:: Saved entries ::
- Opening Delimiter -

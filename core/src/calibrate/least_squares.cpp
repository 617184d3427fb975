#include "least_squares.hpp"

#include <ceres/ceres.h>
#include <glog/logging.h>

#include <memory>
#include <mutex>

namespace triaxcal::detail {

namespace {

// The simulation behind every residual block, cached by parameter vector: Ceres asks each block in
// turn at the same point, and asks for the Jacobian only at points whose values it has.
struct Shared {
  const LeastSquaresCalls* calls = nullptr;
  std::size_t n = 0;
  std::vector<double> at_values, at_jacobian;
  Eigen::VectorXd d;
  bool values_ok = false;
  Eigen::MatrixXd J;

  bool same(const std::vector<double>& cached, const double* u) const {
    if (cached.size() != n) return false;
    for (std::size_t k = 0; k < n; ++k)
      if (cached[k] != u[k]) return false;
    return true;
  }

  bool values(const double* u) {
    if (!same(at_values, u)) {
      at_values.assign(u, u + n);
      at_jacobian.clear();
      values_ok = calls->values(at_values, d);
    }
    return values_ok;
  }

  bool jacobian(const double* u) {
    if (!values(u)) return false;
    if (!same(at_jacobian, u)) {
      calls->jacobian(at_values, d, J);
      at_jacobian = at_values;
    }
    return true;
  }
};

// One compared point: e = d_i / range.
class PointCost final : public ceres::CostFunction {
 public:
  PointCost(Shared& shared, Eigen::Index index, double inverse_range)
      : shared_(shared), index_(index), inverse_range_(inverse_range) {
    set_num_residuals(1);
    mutable_parameter_block_sizes()->push_back(static_cast<int>(shared.n));
  }

  bool Evaluate(double const* const* parameters, double* residuals, double** jacobians) const override {
    const double* u = parameters[0];
    const bool want_jacobian = jacobians != nullptr && jacobians[0] != nullptr;
    if (!(want_jacobian ? shared_.jacobian(u) : shared_.values(u))) return false;
    residuals[0] = shared_.d[index_] * inverse_range_;
    if (want_jacobian)
      for (std::size_t k = 0; k < shared_.n; ++k)
        jacobians[0][k] = shared_.J(index_, static_cast<Eigen::Index>(k)) * inverse_range_;
    return true;
  }

 private:
  Shared& shared_;
  Eigen::Index index_;
  double inverse_range_;
};

class StopCheck final : public ceres::IterationCallback {
 public:
  explicit StopCheck(const LeastSquaresCalls& calls) : calls_(calls) {}
  ceres::CallbackReturnType operator()(const ceres::IterationSummary&) override {
    return calls_.stop() ? ceres::SOLVER_ABORT : ceres::SOLVER_CONTINUE;
  }

 private:
  const LeastSquaresCalls& calls_;
};

ceres::LossFunction* base_loss(const CalibrationOptions& o) {
  switch (o.loss) {
    case Loss::linear: return nullptr;
    case Loss::soft_l1: return new ceres::SoftLOneLoss(o.loss_scale);
    case Loss::huber: return new ceres::HuberLoss(o.loss_scale);
  }
  return nullptr;
}

// Ceres reports a failed start (a point that cannot be simulated) through glog's error log even
// with logging_type = SILENT; the calibration reports it in its own words, so glog keeps quiet
// below FATAL. glog's level is process-wide: a host program that uses glog itself sees this.
void quiet_glog() {
  static std::once_flag once;
  std::call_once(once, [] { FLAGS_minloglevel = google::GLOG_FATAL; });
}

}  // namespace

LocalResult least_squares(const Prepared& p, const CalibrationOptions& options, std::vector<double>& u,
                          const LeastSquaresCalls& calls) {
  quiet_glog();
  Shared shared;
  shared.calls = &calls;
  shared.n = u.size();
  for (double& v : u) v = std::clamp(v, 0.0, 1.0);
  ceres::Problem problem;
  Eigen::Index i = 0;
  for (const PreparedTest& t : p.tests)
    for (const PreparedCurve& c : t.curves)
      for (std::size_t j = 0; j < c.xs.size(); ++j, ++i) {
        if (!(c.weight > 0.0)) continue;
        problem.AddResidualBlock(new PointCost(shared, i, 1.0 / c.range),
                                 new ceres::ScaledLoss(base_loss(options), c.weight, ceres::TAKE_OWNERSHIP), u.data());
      }
  LocalResult result;
  if (problem.NumResidualBlocks() == 0) {
    result.message = "no compared point has a weight above 0";
    return result;
  }
  for (std::size_t k = 0; k < u.size(); ++k) {
    problem.SetParameterLowerBound(u.data(), static_cast<int>(k), 0.0);
    problem.SetParameterUpperBound(u.data(), static_cast<int>(k), 1.0);
  }
  StopCheck stop(calls);
  ceres::Solver::Options so;
  so.minimizer_type = ceres::TRUST_REGION;
  so.trust_region_strategy_type = ceres::LEVENBERG_MARQUARDT;
  so.linear_solver_type = ceres::DENSE_QR;
  so.max_num_iterations = 1000;  // the evaluation budget ends it first (StopCheck)
  so.function_tolerance = options.relative_tolerance;
  so.parameter_tolerance = options.x_tolerance;
  so.gradient_tolerance = 1e-12;
  so.num_threads = 1;  // the simulations are parallel already
  so.logging_type = ceres::SILENT;
  so.minimizer_progress_to_stdout = false;
  so.callbacks.push_back(&stop);
  ceres::Solver::Summary summary;
  ceres::Solve(so, &problem, &summary);
  result.iterations = static_cast<int>(summary.iterations.size());
  result.message = summary.message;
  switch (summary.termination_type) {
    case ceres::CONVERGENCE:
    case ceres::USER_SUCCESS: result.end = LocalEnd::converged; break;
    case ceres::NO_CONVERGENCE:
    case ceres::USER_FAILURE: result.end = LocalEnd::stopped; break;
    case ceres::FAILURE: result.end = LocalEnd::failed; break;
  }
  return result;
}

}  // namespace triaxcal::detail
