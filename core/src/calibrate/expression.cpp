#include "expression.hpp"

#include <muParser.h>

#include <algorithm>
#include <cctype>
#include <cmath>
#include <limits>
#include <mutex>

#include "triaxcal/error.hpp"

namespace triaxcal::detail {

namespace {

constexpr double kPi = 3.14159265358979323846;

double radians(double degrees) { return degrees * kPi / 180.0; }
double degrees(double radians) { return radians * 180.0 / kPi; }
double natural_log(double x) { return std::log(x); }

/// The functions an expression may call (muparser's own, with log and the angle conversions
/// defined here so that their meaning does not depend on the library's version).
bool is_function(const std::string& name) {
  for (const char* f : {"sin", "cos", "tan", "asin", "acos", "atan", "radians", "degrees", "sqrt", "exp", "log", "abs",
                        "min", "max"})
    if (name == f) return true;
  return false;
}

}  // namespace

/// One parsed expression: muparser bound to one slot per variable. muparser evaluates through
/// mutable state (the slots, its stack), so evaluation holds the lock.
struct Expression::Compiled {
  std::mutex lock;
  mu::Parser parser;
  std::vector<double> slots;
};

Expression::Expression(const std::string& text, const std::vector<std::string>& names, const std::string& where)
    : text_(text) {
  const auto fail = [&](const std::string& what) { throw InputError(where + ": " + what + " in \"" + text + "\""); };
  const auto blank = [](char c) { return std::isspace(static_cast<unsigned char>(c)) != 0; };
  if (std::all_of(text.begin(), text.end(), blank)) fail("empty expression");

  // Names first, with our messages: every identifier not followed by '(' must be a parameter.
  for (std::size_t pos = 0; pos < text.size();) {
    const char c = text[pos];
    if (std::isdigit(static_cast<unsigned char>(c)) || c == '.') {
      while (pos < text.size() && (std::isdigit(static_cast<unsigned char>(text[pos])) || text[pos] == '.')) ++pos;
      if (pos < text.size() && (text[pos] == 'e' || text[pos] == 'E')) {
        std::size_t after = pos + 1;
        if (after < text.size() && (text[after] == '+' || text[after] == '-')) ++after;
        if (after < text.size() && std::isdigit(static_cast<unsigned char>(text[after]))) {
          pos = after;
          while (pos < text.size() && std::isdigit(static_cast<unsigned char>(text[pos]))) ++pos;
        }
      }
      continue;
    }
    if (!(std::isalpha(static_cast<unsigned char>(c)) || c == '_')) {
      ++pos;
      continue;
    }
    const std::size_t start = pos;
    while (pos < text.size() && (std::isalnum(static_cast<unsigned char>(text[pos])) || text[pos] == '_')) ++pos;
    const std::string name = text.substr(start, pos - start);
    std::size_t next = pos;
    while (next < text.size() && blank(text[next])) ++next;
    if (next < text.size() && text[next] == '(' && is_function(name)) continue;
    const auto it = std::find(names.begin(), names.end(), name);
    if (it == names.end()) {
      std::string known;
      for (const auto& n : names) known += (known.empty() ? "" : ", ") + n;
      throw InputError(where + ": unknown name '" + name + "' in \"" + text + "\" (known: " + known + ")");
    }
    const int index = static_cast<int>(it - names.begin());
    if (std::find(used_.begin(), used_.end(), index) == used_.end()) used_.push_back(index);
  }

  compiled_ = std::make_shared<Compiled>();
  Compiled& c = *compiled_;
  c.slots.assign(names.size(), 0.0);
  try {
    for (const int i : used_) c.parser.DefineVar(names[static_cast<std::size_t>(i)], &c.slots[static_cast<std::size_t>(i)]);
    c.parser.DefineFun("radians", radians);
    c.parser.DefineFun("degrees", degrees);
    c.parser.DefineFun("log", natural_log);
    c.parser.SetExpr(text);
    c.parser.Eval();  // parses now: syntax errors are input errors here, not at the first evaluation
  } catch (const mu::Parser::exception_type& e) {
    std::string what = "unexpected end";
    const int pos = e.GetPos();
    if (e.GetCode() == mu::ecMISSING_PARENS)
      what = "missing ')'";
    else if (e.GetCode() != mu::ecUNEXPECTED_EOF && pos >= 0 && static_cast<std::size_t>(pos) < text.size())
      what = std::string("unexpected '") + text[static_cast<std::size_t>(pos)] + "' at position " + std::to_string(pos + 1);
    fail(what);
  }
}

double Expression::evaluate(const std::vector<double>& v) const {
  if (!compiled_) return std::numeric_limits<double>::quiet_NaN();
  Compiled& c = *compiled_;
  const std::lock_guard<std::mutex> guard(c.lock);
  for (const int i : used_) c.slots[static_cast<std::size_t>(i)] = v[static_cast<std::size_t>(i)];
  try {
    return c.parser.Eval();
  } catch (const mu::Parser::exception_type&) {
    return std::numeric_limits<double>::quiet_NaN();
  }
}

Inequality parse_inequality(const std::string& text, const std::vector<std::string>& names, const std::string& where) {
  const auto le = text.find("<=");
  const auto ge = text.find(">=");
  if ((le == std::string::npos) == (ge == std::string::npos))
    throw InputError(where + ": expected \"lhs <= rhs\" or \"lhs >= rhs\", found \"" + text + "\"");
  const auto at = le != std::string::npos ? le : ge;
  Inequality q;
  q.less_equal = le != std::string::npos;
  q.lhs = Expression(text.substr(0, at), names, where);
  q.rhs = Expression(text.substr(at + 2), names, where);
  return q;
}

}  // namespace triaxcal::detail
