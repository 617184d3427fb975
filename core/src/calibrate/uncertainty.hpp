#pragma once
// Internal: parameter standard errors, intervals, correlations and identifiability warnings at the
// optimum of a calibration (see uncertainty.cpp for the method and its sources).

#include <Eigen/Core>

#include <functional>
#include <vector>

#include "engine.hpp"

namespace triaxcal::detail {

/// What the covariance needs from a calibration run.
struct UncertaintyContext {
  const Prepared& prepared;
  const CalibrationOptions& options;
  const std::vector<double>& best_unit;  ///< the optimum, unit coordinates of the free parameters
  int threads;                           ///< how many lanes may run side by side
  /// Runs task(lane, evaluator) for lanes 0..k-1 side by side, each lane with its own serial
  /// evaluator (none of them the caller's).
  std::function<void(int, const std::function<void(int, Evaluator&)>&)> on_lanes;
  CalibrationSummary& summary;
};

/// Residuals y_sim - y_meas of the evaluator's last simulation, all tests, curves in order; false
/// when a test was not simulated.
bool residuals(const Prepared& p, const Evaluator& ev, Eigen::VectorXd& d);

/// Fills the summary's covariance, correlation, standard errors, intervals and warnings. `d0` are
/// the residuals at the optimum.
void uncertainty(const UncertaintyContext& run, const ParameterValues& best_values, const Eigen::VectorXd& d0);

}  // namespace triaxcal::detail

- Closing Delimiter -

:: YOUR GOAL ::
Write down how many lines in the data contain "blank". Add nothing else.

:: COMPLETED EXERCISE ::
3